In a centrally planned economy, securing inputs for an enterprise is a major problem while enterprise financing is relatively unimportant. Under central planning, financial resources are allocated passively in responses to enterprises' financing requirements, and financial resources do not determine an enterprise's ability to secure inputs. Instead, inputs are rationed through bureaucratic means, and enterprises confront a chronic shortage of inputs.
Budgetary discipline in financing enterprises and price liberalization creates a market for raw materials and inputs. Limited financial resources constrain enterprises' ability to demand inputs and creates an inverse relationship between the price of inputs and an enterprise's demand for inputs. Price liberalization allows the price of inputs to adjust to equate the demand for inputs with the supply. Thus enterprises' problems shift from finding ways to secure particular inputs to finding ways to secure capital.

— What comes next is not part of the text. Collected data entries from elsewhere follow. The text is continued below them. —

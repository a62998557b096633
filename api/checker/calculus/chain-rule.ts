import type { Expr } from '../../../shared/maths/expression.ts';
import { lettersOf } from '../../../shared/maths/letters.ts';
import { mapExpr } from '../../../shared/maths/walk.ts';
import { compareExpressions } from '../compare/compare-expressions.ts';
import type { CheckContext } from '../context.ts';
import type { StatementQuestion } from '../rules/statement-question.ts';
import { fails, holds, undecided, type StepResult } from '../rules/step-result.ts';
import { comparesOf, exprsOfStatement, type CompareStatement, type Statement } from '../statements/statement.ts';
import { divExprs } from './build.ts';
import { differentiate } from './differentiate.ts';
import { rateExpr, rateName, rateNamed, type Rate } from './rates.ts';
import { substitute } from './substitute.ts';

/** What the lines before say outright: y = f(u), and dy/dt = g(t). */
interface Facts {
  readonly formulas: ReadonlyMap<string, Expr>;
  readonly rates: ReadonlyMap<string, Expr>;
  /** All rates that occur, in the claim as well. */
  readonly met: readonly Rate[];
  /** Whether the lines say nothing else, which could bind letters that look free. */
  readonly isComplete: boolean;
  readonly context: CheckContext;
}

/**
 * Rates of letters that depend on each other: along a curve x = x(t), y = y(t), or by way of a letter between,
 * dy/dx = (dy/dt)/(dx/dt) and dy/dx = (dy/du)(du/dx). Each equation below has to be an identity once they are put in.
 * Null where the lines say too little.
 */
export function judgeChainRule(question: StatementQuestion): StepResult | null {
  const { above, below, known, settings, context } = question;
  const claims = equationsOf(below);
  const facts = factsOf([...known, above], below, context);
  if (!claims || !concernsSeveral(facts)) return null;
  // Elsewhere rates by different letters would count as independent of each other.
  const open = bysOf(facts).size > 1 ? undecided('not-settled') : null;
  let reached: 'proved' | 'sampled' = 'proved';
  let isOpen = false;
  for (const { left, right } of claims) {
    const sides = [left, right].map((side) => putIn(side, facts));
    const [a, b] = sides;
    if (!a || !b) return open;
    isOpen ||= a.isOpen || b.isOpen;
    const found = compareExpressions(a.expr, b.expr, context);
    if (found.kind === 'different' && !isOpen && facts.isComplete) {
      const { atTex, above: worthAbove, below: worthBelow } = found.witness;
      return fails('proved', { witness: { at: { ...atTex }, above: worthAbove, below: worthBelow } });
    }
    if (found.kind !== 'equal') return open;
    if (found.reached === 'sampled') reached = 'sampled';
  }
  return settings.reversible ? null : holds(reached, ['one-way'], { operation: 'differentiate' });
}

function equationsOf(statement: Statement): readonly CompareStatement[] | null {
  if (statement.kind !== 'compare' && statement.kind !== 'all') return null;
  const compares = comparesOf(statement);
  const isWhole = statement.kind === 'compare' || statement.parts.every((part) => part.kind === 'compare');
  const hasRates = compares.some((compare) => ratesOf([compare]).length > 0);
  return isWhole && hasRates && compares.every(({ sign }) => sign === '=') ? compares : null;
}

function factsOf(known: readonly Statement[], below: Statement, context: CheckContext): Facts {
  const formulas = new Map<string, Expr>();
  const rates = new Map<string, Expr>();
  let isComplete = known.every((statement) => statement.kind === 'compare' || statement.kind === 'all');
  for (const { left, sign, right } of known.flatMap(certainCompares)) {
    if (sign !== '=' || left.kind !== 'letter' || lettersOf(right).includes(left.name)) {
      isComplete = false;
      continue;
    }
    const into = rateNamed(left.name) ? rates : formulas;
    if (!into.has(left.name)) into.set(left.name, right);
  }
  return { formulas, rates, met: ratesOf([...known, below]), isComplete, context };
}

function certainCompares(statement: Statement): CompareStatement[] {
  if (statement.kind === 'all') return statement.parts.flatMap(certainCompares);
  return statement.kind === 'compare' ? [statement] : [];
}

function ratesOf(statements: readonly Statement[]): Rate[] {
  return statements
    .flatMap(exprsOfStatement)
    .flatMap((expr) => lettersOf(expr).flatMap((name) => rateNamed(name) ?? []));
}

/** One rate by one letter is an ordinary derivative: that is judged elsewhere. */
function concernsSeveral(facts: Facts): boolean {
  const ofs = new Set(facts.met.map(({ of }) => of));
  return ofs.size > 1 || bysOf(facts).size > 1 || (ofs.size > 0 && facts.formulas.size > 1);
}

function bysOf({ met, context }: Facts): ReadonlySet<string> {
  return new Set(met.flatMap(({ of, by }) => [by, context.calculus?.dependents.get(of) ?? by]));
}

/** An expression by base letters alone; `isOpen` where a rate of unknown worth is left. */
function putIn(expr: Expr, facts: Facts): { expr: Expr; isOpen: boolean } | null {
  let isOpen = false;
  let isWhole = true;
  const withRates = mapExpr(expr, (node) => {
    const rate = node.kind === 'letter' ? rateNamed(node.name) : null;
    if (!rate) return node;
    const worth = worthOfRate(rate, facts, 0);
    if (worth === null && !isFreeRate(rate, facts)) isOpen = true;
    return worth ?? node;
  });
  const written = writtenOut(withRates, facts, 0);
  if (!written) isWhole = false;
  // A letter whose rate is stated is not free either.
  if (
    written &&
    lettersOf(written).some((name) => [...facts.rates.keys()].some((rate) => rateNamed(rate)?.of === name))
  )
    isOpen = true;
  return isWhole && written ? { expr: written, isOpen } : null;
}

/** How fast a letter changes that nothing is said of may be anything. */
function isFreeRate({ of, by, order }: Rate, { formulas, rates }: Facts): boolean {
  const isStated = [...rates.keys()].some((name) => rateNamed(name)?.of === of);
  return order === 1 && !isStated && !formulas.has(of) && !formulas.has(by);
}

const deepest = 6;

/** Formulas put in, down to the letters that have none. */
function writtenOut(expr: Expr, facts: Facts, depth: number): Expr | null {
  if (depth > deepest) return null;
  const name = lettersOf(expr).find((letter) => facts.formulas.has(letter));
  if (name === undefined) return expr;
  return writtenOut(substitute(expr, name, facts.formulas.get(name) as Expr), facts, depth + 1);
}

function worthOfRate(rate: Rate, facts: Facts, depth: number): Expr | null {
  if (depth > deepest) return null;
  if (rate.order > 1) {
    const lower = worthOfRate({ ...rate, order: rate.order - 1 }, facts, depth + 1);
    return lower && slopeBy(lower, rate.by, facts, depth + 1);
  }
  const formula = facts.formulas.get(rate.of);
  const direct = formula && slopeBy(formula, rate.by, facts, depth + 1);
  if (direct) return direct;
  const stated = facts.rates.get(rateName(rate));
  if (stated) return stated;
  return byWayOf(rate, facts, depth + 1) ?? null;
}

/** (dy/dt)/(dx/dt), for a t by which rates of both are met. */
function byWayOf({ of, by }: Rate, facts: Facts, depth: number): Expr | null {
  const bys = new Set(facts.met.filter((rate) => rate.of === of && rate.by !== by).map((rate) => rate.by));
  const middle = [...bys].find((name) => facts.met.some((rate) => rate.of === by && rate.by === name));
  if (middle === undefined) return null;
  const [top, bottom] = [of, by].map((name): Expr => {
    const rate: Rate = { of: name, by: middle, order: 1 };
    return worthOfRate(rate, facts, depth) ?? rateExpr(rate);
  }) as [Expr, Expr];
  return divExprs(top, bottom);
}

/** The derivative by a letter of an expression of others: by that letter itself, or by the base that both come down to. */
function slopeBy(expr: Expr, by: string, facts: Facts, depth: number): Expr | null {
  const { context } = facts;
  const partly = untilLetter(expr, by, facts, 0);
  if (partly && lettersOf(partly).includes(by)) return differentiate(partly, by, context, true);
  const written = writtenOut(expr, facts, 0);
  const below = facts.formulas.get(by);
  const bottom = below && writtenOut(below, facts, 0);
  if (!written || depth > deepest) return null;
  const [base, ...others] = bottom ? lettersOf(bottom) : [];
  if (bottom && base !== undefined && others.length === 0)
    return divExprs(differentiate(written, base, context, true), differentiate(bottom, base, context, true));
  const moving = lettersOf(written).filter((name) => facts.met.some((rate) => rate.of === name && rate.by === by));
  if (moving.length === 0 || !context.calculus) return null;
  const dependents = new Map(moving.map((name) => [name, by] as const));
  return differentiate(written, by, { ...context, calculus: { ...context.calculus, dependents } });
}

/** Formulas put in until the letter shows. */
function untilLetter(expr: Expr, letter: string, facts: Facts, depth: number): Expr | null {
  if (lettersOf(expr).includes(letter)) return expr;
  const name = lettersOf(expr).find((inner) => facts.formulas.has(inner));
  if (name === undefined || depth > deepest) return null;
  return untilLetter(substitute(expr, name, facts.formulas.get(name) as Expr), letter, facts, depth + 1);
}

A measure of the development of product markets is the extent to which securing inputs becomes a financial problem rather than an issue of bureaucracy, barter, or personal connections. The shift in the nature of problems confronting enterprise managers in the Russian Federation since the price liberalization and macroeconomic reforms in early 1992 indicates progress toward the development of a market economy. In contrast, the pattern of enterprise constraints in Kyrgystan is more typical of that prevalent under central planning.